Sorge agreed maturing active protection systems would be a top priority for any extra time. Extra testing would also allow some improvement in mechanical reliability, sensors, and on armor protection against roadside bombs and mines.

So far, however, they’ve not gotten any order from the Army to change the pace. “We’ve heard lots of things and read lots of things; we don’t have anything official,” Sorge said. “The official plan is still the plan of record which had a Milestone B” — the official move into procurement — “in the June-July timeframe of ’14, with EMD [engineering and manufacturing development] starting right after that.” It’s the EMD stage that is now in doubt. EMD’s when both companies would build drivable prototypes, though they already have stationary testbeds for all their components, including working engines and transmissions.
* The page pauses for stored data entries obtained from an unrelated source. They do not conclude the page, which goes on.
using GeoCulvert.Design.Crossings;
using NetTopologySuite.Geometries;

namespace GeoCulvert.Design.Study;

/// <summary>A crossing of the run before.</summary>
/// <param name="Id">Its id.</param>
/// <param name="Road">Its road; empty for none.</param>
/// <param name="IsGiven">Whether it was given as a point.</param>
/// <param name="Place">Where it lay, m, in the same plane.</param>
/// <param name="AreaM2">Drainage area, m2.</param>
/// <param name="DesignFlowM3PerS">Design flow, m3/s.</param>
/// <param name="Culvert">The culvert in one line; null where there was none.</param>
public sealed record FormerCrossing(string Id, string Road, bool IsGiven, Coordinate Place, double AreaM2, double? DesignFlowM3PerS, string? Culvert);

/// <summary>A crossing that differs from the run before.</summary>
/// <param name="CrossingId">Its id.</param>
/// <param name="Change">added, removed, moved or changed; moved and changed are joined by "and".</param>
/// <param name="MovedM">Distance between the places, m; null unless in both runs.</param>
/// <param name="Before">As it was; null when added.</param>
/// <param name="After">As it is; null when removed.</param>
public sealed record CrossingChange(string CrossingId, string Change, double? MovedM, FormerCrossing? Before, FormerCrossing? After);

/// <summary>
/// Keeps the ids of crossings from run to run. A found crossing takes the id of the one nearest to it in the run before on the same road, within
/// <see cref="SamePlaceM"/>, nearest pairs first; a new one gets an id of its own, never one of the run before.
/// </summary>
public static class CrossingIdentity
{
    /// <summary>Distance within which a crossing is the one of the run before, m (own rule).</summary>
    public const double SamePlaceM = 50;

    /// <summary>Move from which a crossing counts as moved, m (own rule).</summary>
    public const double MovedLimitM = 0.5;

    /// <summary>Share by which an area or a flow must differ to count as changed (own rule).</summary>
    public const double ChangedShare = 0.005;

    /// <summary>The same crossings with the ids of the run before.</summary>
    public static CrossingList Keep(CrossingList found, IReadOnlyList<FormerCrossing> former)
    {
        ArgumentNullException.ThrowIfNull(found);
        ArgumentNullException.ThrowIfNull(former);
        var mine = found.Crossings;
        var pairs = new List<(double DistanceM, int New, int Old)>();
        for (var i = 0; i < mine.Count; i++)
        {
            if (mine[i].Origin == CrossingOrigin.Given) continue;
            for (var k = 0; k < former.Count; k++)
            {
                if (former[k].IsGiven || former[k].Road != (mine[i].Road?.Name ?? "")) continue;
                var distance = former[k].Place.Distance(mine[i].Point);
                if (distance <= SamePlaceM) pairs.Add((distance, i, k));
            }
        }

        var oldOf = new Dictionary<int, int>();
        var taken = new HashSet<int>();
        foreach (var (_, i, k) in pairs.OrderBy(p => p.DistanceM).ThenBy(p => p.New).ThenBy(p => p.Old))
            if (!oldOf.ContainsKey(i) && taken.Add(k)) oldOf.Add(i, k);

        var used = new HashSet<string>(former.Select(f => f.Id), StringComparer.Ordinal);
        used.UnionWith(mine.Where(c => c.Origin == CrossingOrigin.Given).Select(c => c.Id));
        return found with { Crossings = [.. mine.Select((c, i) => c.Origin == CrossingOrigin.Given ? c : Named(c, oldOf.TryGetValue(i, out var k) ? former[k].Id : CrossingFinder.Unique(used, c.Id)))] };
    }

    /// <summary>Crossings added, removed, moved or changed; those alike are left out. Empty without a run before.</summary>
    public static IReadOnlyList<CrossingChange> Changes(IReadOnlyList<FormerCrossing> former, IReadOnlyList<CrossingResult> now)
    {
        ArgumentNullException.ThrowIfNull(former);
        ArgumentNullException.ThrowIfNull(now);
        if (former.Count == 0) return [];
        var before = former.ToDictionary(f => f.Id, StringComparer.Ordinal);
        var changes = new List<CrossingChange>();
        foreach (var after in now.Select(Of))
        {
            if (!before.Remove(after.Id, out var old))
            {
                changes.Add(new(after.Id, "added", null, null, after));
                continue;
            }

            var moved = old.Place.Distance(after.Place);
            var words = new List<string>();
            if (moved >= MovedLimitM) words.Add("moved");
            if (Differs(old.AreaM2, after.AreaM2) || Differs(old.DesignFlowM3PerS, after.DesignFlowM3PerS) || old.Culvert != after.Culvert) words.Add("changed");
            if (words.Count > 0) changes.Add(new(after.Id, string.Join(" and ", words), moved, old, after));
        }

        changes.AddRange(former.Where(f => before.ContainsKey(f.Id)).Select(f => new CrossingChange(f.Id, "removed", null, f, null)));
        return changes;
    }

    /// <summary>A result as the next run will know it.</summary>
    public static FormerCrossing Of(CrossingResult c)
    {
        ArgumentNullException.ThrowIfNull(c);
        return new(c.CrossingId, c.Road, c.IsGiven, c.Location.Coordinate, c.Watershed.AreaM2, c.Flow?.Design.FlowM3PerS, c.Culvert?.Description);
    }

    private static bool Differs(double? a, double? b) => a is null != b is null || (a is { } x && b is { } y && Math.Abs(x - y) > ChangedShare * Math.Max(Math.Abs(x), Math.Abs(y)));

    private static Crossing Named(Crossing c, string id) => c.Id == id ? c : c with { Id = id, Findings = [.. c.Findings.Select(f => f.At(id))] };
}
“The thing I’m focused on is continuing to execute the program. We still run through next June,” agreed Bazaz. “Dark clouds or whatever, there’s uncertainty in the future, but we’ve still got contract deliverables and that’s what we’re working on now.”

 

[An editorial note: Keen-eye readers will observe we only have pictures of BAE’s Ground Combat Vehicle in this article — and for that matter in every other GCV story we’ve done. While BAE has made an all-out publicity push for their design, complete with website, General Dynamics has been much more low-profile and simply hasn’t released any imagery. I honestly don’t know whether this speaks to a deliberate corporate strategy or a simple excess of caution by a tradition-minded defense contractor.]